◆ **Task requirements**:
From the entries below, copy each line in which the word "revise" occurs.

◆ **Dataset entries**:
========================
/**
 * The expected band of the voltage plate: what a reading on a date should show, resting or
 * under load, given all that is known now.
 */
import { gridQuantile } from "../stats/grid-quantile";
import type { Decicelsius, EpochDays, Microamps, Millivolts } from "../units";
import { ASSUMED } from "./assumptions";
import { DAYS_PER_YEAR } from "./climate";
import { packMv } from "./cutoff";
import { type Filtered, filterPack } from "./filter";
import { depthMarginal, rateMarginal } from "./grid";
import type { ForecastInput } from "./pack";
import { leakBetween } from "./pack-model";
import { assertForecastable } from "./validate";

const Z90 = 1.6448536269514722;

export interface ExpectedVoltage {
  readonly at: EpochDays;
  readonly lowMv: Millivolts;
  readonly midMv: Millivolts;
  readonly highMv: Millivolts;
}

export interface VoltageQuery {
  readonly kind: "resting" | "loaded";
  /** Load of a loaded voltage; null: the device's peak. */
  readonly loadUa: Microamps | null;
  /** Temperature; null: the month's mean of each date. */
  readonly temperatureDc: Decicelsius | null;
}

/** 5th, 50th and 95th percentile of the voltage on each date. */
export function expectedVoltage(
  input: ForecastInput,
  dates: readonly EpochDays[],
  query: VoltageQuery,
): ExpectedVoltage[] {
  assertForecastable(input);
  const filtered = filterPack(input);
  const marginal = depthMarginal(filtered.grid);
  const rates = rateMarginal(filtered.grid);
  const { grid } = filtered;
  const depth = (p: number): number => gridQuantile(marginal, grid.depthFrom, grid.depthStep, p);
  const lnRate = (p: number): number => gridQuantile(rates, grid.lnRate[0]!, grid.rateStep, p);
  const now: Standing = {
    depth: depth(0.5),
    halfDepth: (depth(0.95) - depth(0.05)) / 2,
    lnRate: lnRate(0.5),
    halfLnRate: (lnRate(0.95) - lnRate(0.05)) / 2,
  };
  return dates.map((at) => bandAt(filtered, now, at, query));
}

/** Medians now, and half the width of their 90 % intervals. */
interface Standing {
  readonly depth: number;
  readonly halfDepth: number;
  readonly lnRate: number;
  readonly halfLnRate: number;
}

function bandAt(
  filtered: Filtered,
  now: Standing,
  at: EpochDays,
  query: VoltageQuery,
): ExpectedVoltage {
  const { model } = filtered;
  const dc = query.temperatureDc ?? model.site.at(at);
  const ua = query.kind === "loaded" ? (query.loadUa ?? model.peakUa) : 0;
  const [depth, half] = depthAt(filtered, now, at);
  const mv = (x: number): number => packMv(model.pack, model.curve, x, ua, dc);
  const mid = mv(depth);
  const resistive = (mid - packMv(model.pack, model.curve, depth, 0, dc)) * ASSUMED.resistanceSd;
  const own = Math.hypot(model.offsetSdMv, model.noiseMv);
  const noise = Z90 * Math.hypot(ASSUMED.accuracyMv, own, resistive);
  return {
    at,
    lowMv: mid - Math.hypot(mid - mv(depth + half), noise),
    midMv: mid,
    highMv: mid + Math.hypot(mv(depth - half) - mid, noise),
  };
}

/** Depth on a date and half its 90 % width: back to the installation, or on at the rate. */
function depthAt(filtered: Filtered, now: Standing, at: EpochDays): [number, number] {
  const { model } = filtered;
  const start = model.pack.installedAt;
  if (at <= filtered.at) {
    const whole = model.drawPerDay * (filtered.at - start) + leakBetween(model, start, filtered.at);
    const gone = model.drawPerDay * (at - start) + leakBetween(model, start, at);
    const part = whole > 0 ? Math.min(1, Math.max(0, gone / whole)) : 0;
    const half = Math.hypot(now.halfDepth * part, Z90 * model.startSd * (1 - part));
    return [model.startDepth + (now.depth - model.startDepth) * part, half];
  }
  const years = (at - filtered.at) / DAYS_PER_YEAR;
  const drawn = model.drawPerDay * Math.exp(now.lnRate) * (at - filtered.at);
  const walk = Z90 * ASSUMED.drawWalkPerYear * Math.sqrt(years / 3);
  const half = now.halfDepth + drawn * Math.hypot(now.halfLnRate, walk);
  const kept = Math.exp(-leakBetween(model, filtered.at, at));
  return [1 - (1 - now.depth) * kept + drawn, half];
}
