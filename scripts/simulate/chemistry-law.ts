/**
 * The hidden physics of eight chemistries, kept apart from the product's forecast on purpose:
 * a kinetic two-well charge law (Manwell & McGowan, Solar Energy 50:399, 1993) whose rate
 * follows temperature, and an open-circuit law of Shepherd's family (Shepherd, J. Electrochem.
 * Soc. 112:657, 1965) with an initial exponential and a hyperbolic knee. Voltages are per
 * electrochemical cell. Coefficients were fitted to published curves by least squares where
 * the line says so, and are from memory elsewhere; every lot and every cell departs from them.
 */
export interface ChemistryLaw {
  /** E = e0 + slope·s + early·exp(−earlyRate·(1−s)) − knee/(s+kneeOffset) (+ step), volts. */
  readonly e0: number;
  readonly slope: number;
  readonly early: number;
  readonly earlyRate: number;
  readonly knee: number;
  readonly kneeOffset: number;
  /** A second plateau: `height` volts are lost around s = `at`. */
  readonly step: { readonly at: number; readonly width: number; readonly height: number } | null;
  readonly voltsPerKelvin: number;
  /** Share of charge in the well that feeds the terminals, rate between wells at 20 °C. */
  readonly wellShare: number;
  readonly wellRatePerHour: number;
  readonly wellActivationKj: number;
  /** Charge lost by itself at 20 °C, share of full charge a year, and how heat speeds it. */
  readonly leakPerYear: number;
  readonly leakActivationKj: number;
  /** R = r0·(1 + a·(1−s) + b·exp(−s/w)), growing with age and in the cold. */
  readonly resistanceSlope: number;
  readonly resistanceKnee: number;
  readonly resistanceKneeWidth: number;
  readonly resistanceActivationKj: number;
  readonly resistanceGrowthPerYear: number;
  /** A film that grows at rest and makes the first seconds of a load sag, volts at most. */
  readonly filmVolts: number;
  /** Volts of one cell in the terms of its nominal: what a block is made of. */
  readonly unitNominalMv: number;
}

const GAS_KJ = 0.008314462618;
const REFERENCE_K = 293.15;

/** Arrhenius factor against 20 °C: above 1 where warmth speeds a process. */
export function arrhenius(activationKj: number, celsius: number): number {
  return Math.exp((activationKj / GAS_KJ) * (1 / REFERENCE_K - 1 / (celsius + 273.15)));
}

/** Open-circuit volts of one cell whose terminals' well stands at `level` (0..1). */
export function openCircuitVolts(law: ChemistryLaw, level: number, celsius: number): number {
  const s = Math.min(1, Math.max(0, level));
  const early = law.early * Math.exp(-law.earlyRate * (1 - s));
  const knee = law.knee / (s + law.kneeOffset);
  const step = law.step ? law.step.height / (1 + Math.exp(-(s - law.step.at) / law.step.width)) : 0;
  return law.e0 + law.slope * s + early - knee + step + law.voltsPerKelvin * (celsius - 20);
}

/** Ohms of one cell relative to fresh at 20 °C. */
export function relativeResistance(
  law: ChemistryLaw,
  level: number,
  celsius: number,
  years: number,
): number {
  const s = Math.min(1, Math.max(0, level));
  const depleted =
    1 + law.resistanceSlope * (1 - s) + law.resistanceKnee * Math.exp(-s / law.resistanceKneeWidth);
  const aged = 1 + law.resistanceGrowthPerYear * years;
  return (depleted * aged) / arrhenius(law.resistanceActivationKj, celsius);
}
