"use client";

import { useState } from "react";
import { Button, LinkButton } from "@/components/ui/button";
import { ChipLink } from "@/components/ui/chip-link";
import { Notice } from "@/components/ui/notice";
import { AbsenceDialog } from "./absence-dialog";
import { BuildDialog } from "./build-dialog";
import type { BoardActs } from "./use-board";
import { weekAfter } from "./week-after";

const STATES: Record<string, string> = {
  building: "being built",
  draft: "draft: nothing is sent yet",
  published: "published",
  failed: "not built",
};

/** Which week and plan is shown, and the acts that begin something. */
export function BoardHead({ acts, crewId }: { acts: BoardActs; crewId: string | null }) {
  const { board, busy, discard, revise } = acts;
  const { plan, plans, monday, mayEdit } = board;
  const [open, setOpen] = useState<"build" | "absence" | null>(null);
  const weekHref = (weeks: number) =>
    `/rounds?week=${weekAfter(monday, weeks)}${crewId ? `&crew=${crewId}` : ""}`;
  const others = plans.filter((other) => other.id !== plan?.id);
  return (
    <div className="mb-3 flex flex-wrap items-center gap-x-3 gap-y-2">
      <h1 className="text-2xl first-letter:uppercase">{board.weekLabel}</h1>
      <span className="text-soft">{plan ? planWords(plan) : "nothing planned yet"}</span>
      <nav aria-label="Week" className="flex gap-1.5">
        <LinkButton href={weekHref(-1)} kind="quiet">
          ← Week before
        </LinkButton>
        <LinkButton href={weekHref(1)} kind="quiet">
          Week after →
        </LinkButton>
      </nav>
      <ChipLink href="/rounds/field" count={board.matters}>
        From the field
      </ChipLink>
      {others.map((other) => (
        <span key={other.id} className="inline-flex flex-wrap items-center gap-1.5">
          <ChipLink href={`/rounds?week=${monday}&plan=${other.id}`}>
            {other.name}, {STATES[other.state] ?? other.state}
          </ChipLink>
          {plan && (
            <LinkButton href={`/rounds/compare?plan=${other.id}&with=${plan.id}`} kind="quiet">
              Compare<span className="sr-only"> with {other.name}</span>
            </LinkButton>
          )}
        </span>
      ))}
      {mayEdit && (
        <div className="ml-auto flex flex-wrap gap-2">
          <Button onClick={() => setOpen("absence")}>Somebody is away</Button>
          {plan && plan.state !== "published" && (
            <Button kind="danger" onClick={() => discard.mutate()} disabled={busy}>
              {plan.state === "building" ? "Stop and discard" : "Discard draft"}
            </Button>
          )}
          {plan?.state === "published" && board.rounds.some((r) => r.state === "published") && (
            <Button onClick={() => revise.mutate()} disabled={busy}>
              Change published rounds
            </Button>
          )}
          <Button kind={plan ? "plain" : "go"} onClick={() => setOpen("build")}>
            Build rounds
          </Button>
        </div>
      )}
      {open === "build" && <BuildDialog acts={acts} onClose={() => setOpen(null)} />}
      {open === "absence" && <AbsenceDialog acts={acts} onClose={() => setOpen(null)} />}
      {!plan && board.rounds.length === 0 && (
        <div className="basis-full">
          <Notice>
            No rounds in this week. {mayEdit ? "Build them to see who could go where." : ""}
          </Notice>
        </div>
      )}
    </div>
  );
}

/** The plan's name only where it says more than the heading. */
function planWords(plan: { readonly name: string; readonly state: string }): string {
  const state = STATES[plan.state] ?? plan.state;
  return /^Week \d+$/.test(plan.name) ? state : `${plan.name} · ${state}`;
}
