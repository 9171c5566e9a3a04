/**
 * What happens by itself as time and charge pass, before either is consumed: the draw's
 * logarithm walks at random, a curve's error changes, and a changed device starts afresh.
 */
import type { Grid } from "./grid";

/** Share of a row that may go to each neighbour in one pass; more would not stay positive. */
const MOST_PART = 0.3;
const SURELY_ANEW = 0.999;

/** Less than this is owed until more has come together: both are small against the prior. */
const WORTH_A_PASS = { part: 0.05, anew: 0.04 };

/**
 * Random walk of ln(rate) by a variance: mass spreads between neighbouring rates, ends
 * reflecting. And a curve errs here in one way and there in another: with chance `anew` the
 * offset is drawn again from its prior, so that readings far apart on the curve never average
 * its error away. Leaves each row's moments in the grid.
 */
export function drift(grid: Grid, variance: number, anew: number): void {
  grid.owedVariance += variance;
  grid.owedRedraw = 1 - (1 - grid.owedRedraw) * (1 - anew);
  const whole = grid.owedVariance / (2 * grid.rateStep * grid.rateStep);
  if (whole >= WORTH_A_PASS.part || grid.owedRedraw >= WORTH_A_PASS.anew) {
    const passes = Math.max(1, Math.ceil(whole / MOST_PART));
    for (let pass = 1; pass < passes; pass++) mix(grid, whole / passes, 0);
    mix(grid, whole / passes, Math.min(grid.owedRedraw, SURELY_ANEW));
    grid.owedVariance = 0;
    grid.owedRedraw = 0;
  } else measureRows(grid);
}

function measureRows(grid: Grid): void {
  for (let row = 0; row < grid.rowMass.length; row++) measureRow(grid, row);
}

/** One pass for all three offsets; leaves each row's moments in the grid. */
function mix(grid: Grid, part: number, anew: number): void {
  const { nr, nx, rowMass, spare } = grid;
  const plane = nr * nx;
  for (let r = 0; r < nr; r++) {
    const below = r > 0 ? r - 1 : 0;
    const above = r < nr - 1 ? r + 1 : r;
    let lives = 0;
    for (let row = 0; row < rowMass.length; row += nr) {
      lives += rowMass[row + below]! + rowMass[row + r]! + rowMass[row + above]!;
    }
    const at = r * nx;
    if (lives > 0) mixRow(grid, at, { below: below * nx - at, above: above * nx - at }, part, anew);
    else for (let base = at; base < spare.length; base += plane) spare.fill(0, base, base + nx);
  }
  grid.spare = grid.p;
  grid.p = spare;
  measureRows(grid);
}

interface Neighbours {
  readonly below: number;
  readonly above: number;
}

function mixRow(grid: Grid, at: number, by: Neighbours, part: number, anew: number): void {
  const { p, spare, nr, nx, offsetPrior } = grid;
  const plane = nr * nx;
  const { below, above } = by;
  const own = (1 - anew) * (1 - 2 * part);
  const next = (1 - anew) * part;
  // the part drawn anew, in terms of what stays
  const back = anew / (1 - anew);
  const [a, b, c] = [back * offsetPrior[0]!, back * offsetPrior[1]!, back * offsetPrior[2]!];
  for (let i = at, end = at + nx; i < end; i++) {
    const j = i + plane;
    const k = j + plane;
    const x = own * p[i]! + next * (p[i + below]! + p[i + above]!);
    const y = own * p[j]! + next * (p[j + below]! + p[j + above]!);
    const z = own * p[k]! + next * (p[k + below]! + p[k + above]!);
    const all = x + y + z;
    spare[i] = x + a * all;
    spare[j] = y + b * all;
    spare[k] = z + c * all;
  }
}

/** Moments of a row. */
function measureRow({ p, nx, rowMass, rowFirst, rowSecond }: Grid, row: number): void {
  let mass = 0;
  let first = 0;
  let second = 0;
  for (let i = 0, k = row * nx; i < nx; i++, k++) {
    const m = p[k]!;
    const moment = m * i;
    mass += m;
    first += moment;
    second += moment * i;
  }
  rowMass[row] = mass;
  rowFirst[row] = first;
  rowSecond[row] = second;
}

/** Forget the rate: at every depth and offset it becomes normal(mean, sd) again. */
export function openRate(grid: Grid, mean: number, sd: number): void {
  const { p, nx, nr, no } = grid;
  const bell = grid.lnRate.map((ln) => Math.exp(-0.5 * ((ln - mean) / sd) ** 2));
  grid.rowMass.fill(1);
  const total = bell.reduce((a, b) => a + b, 0);
  for (let o = 0; o < no; o++) {
    for (let i = 0; i < nx; i++) {
      let mass = 0;
      for (let r = 0; r < nr; r++) mass += p[(o * nr + r) * nx + i]!;
      for (let r = 0; r < nr; r++) p[(o * nr + r) * nx + i] = (mass * bell[r]!) / total;
    }
  }
}
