/**
 * Self-discharge as a current of its own. The rate doubles every 10 °C (an activation
 * energy of 51.2 kJ/mol between 20 and 30 °C) and is integrated over the climate, never
 * taken at the mean temperature: half a year at 0 °C and half at 40 °C cost 2.125 times
 * the 20 °C rate.
 */
import type { Decicelsius, EpochDays, Microamps, MilliampHours } from "../units";
import { HOURS_PER_YEAR } from "../units";
import { DAYS_PER_YEAR, MONTH_STARTS, dayOfYear, monthOf, yearOf } from "./climate";

const GAS_CONSTANT = 8.314462618;
const KELVIN = 273.15;

/** Rate relative to 20 °C: 2^((T - 20)/10). */
export function tenDegreeFactor(celsius: number): number {
  return 2 ** ((celsius - 20) / 10);
}

/** Activation energy in J/mol by which a rate doubles between two temperatures in °C. */
export function doublingEnergy(fromCelsius: number, toCelsius: number): number {
  const inverse = 1 / (fromCelsius + KELVIN) - 1 / (toCelsius + KELVIN);
  return (GAS_CONSTANT * Math.LN2) / inverse;
}

/** Temperature in °C that costs as much, held all year, as the given mean factor. */
export function equivalentCelsius(factor: number): number {
  return 20 + 10 * Math.log2(factor);
}

/** Self-discharge at 20 °C as a current through the cell, microamps. */
export function selfDischargeUa(ratedMah: MilliampHours, ppmPerYear: number): Microamps {
  return (ratedMah * 1000 * (ppmPerYear / 1e6)) / HOURS_PER_YEAR;
}

/** The rule summed over a climate: `days(t)` counts days at 20 °C that do the same harm. */
export interface Ageing {
  /** Mean factor over a year. */
  readonly meanFactor: number;
  /** Equivalent days at 20 °C between two moments; negative when `to` is before `from`. */
  between(from: EpochDays, to: EpochDays): number;
}

/** Sites share few climates: each is summed once. */
const AGEINGS = new WeakMap<readonly Decicelsius[], Ageing>();

/** The integral of the ten-degree rule over monthly mean temperatures. */
export function ageing(monthlyMeanDc: readonly Decicelsius[]): Ageing {
  const known = AGEINGS.get(monthlyMeanDc);
  if (known) return known;
  const summed = sumOver(monthlyMeanDc);
  AGEINGS.set(monthlyMeanDc, summed);
  return summed;
}

function sumOver(monthlyMeanDc: readonly Decicelsius[]): Ageing {
  const factors = new Float64Array(12);
  const sums = new Float64Array(13);
  for (let m = 0; m < 12; m++) {
    factors[m] = tenDegreeFactor((monthlyMeanDc[m] ?? 200) / 10);
    sums[m + 1] = sums[m]! + factors[m]! * (MONTH_STARTS[m + 1]! - MONTH_STARTS[m]!);
  }
  const since = (at: EpochDays): number => {
    const month = monthOf(at);
    const inYear = sums[month]! + factors[month]! * (dayOfYear(at) - MONTH_STARTS[month]!);
    return yearOf(at) * sums[12]! + inYear;
  };
  return {
    meanFactor: sums[12]! / DAYS_PER_YEAR,
    between: (from, to) => since(to) - since(from),
  };
}

/** Mean of the rule over a list of temperatures in °C that hold for equal times. */
export function meanFactor(celsius: readonly number[]): number {
  return celsius.reduce((sum, t) => sum + tenDegreeFactor(t), 0) / celsius.length;
}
========================
◆ **Written answer**:
  const { board, busy, discard, revise } = acts;
            <Button onClick={() => revise.mutate()} disabled={busy}>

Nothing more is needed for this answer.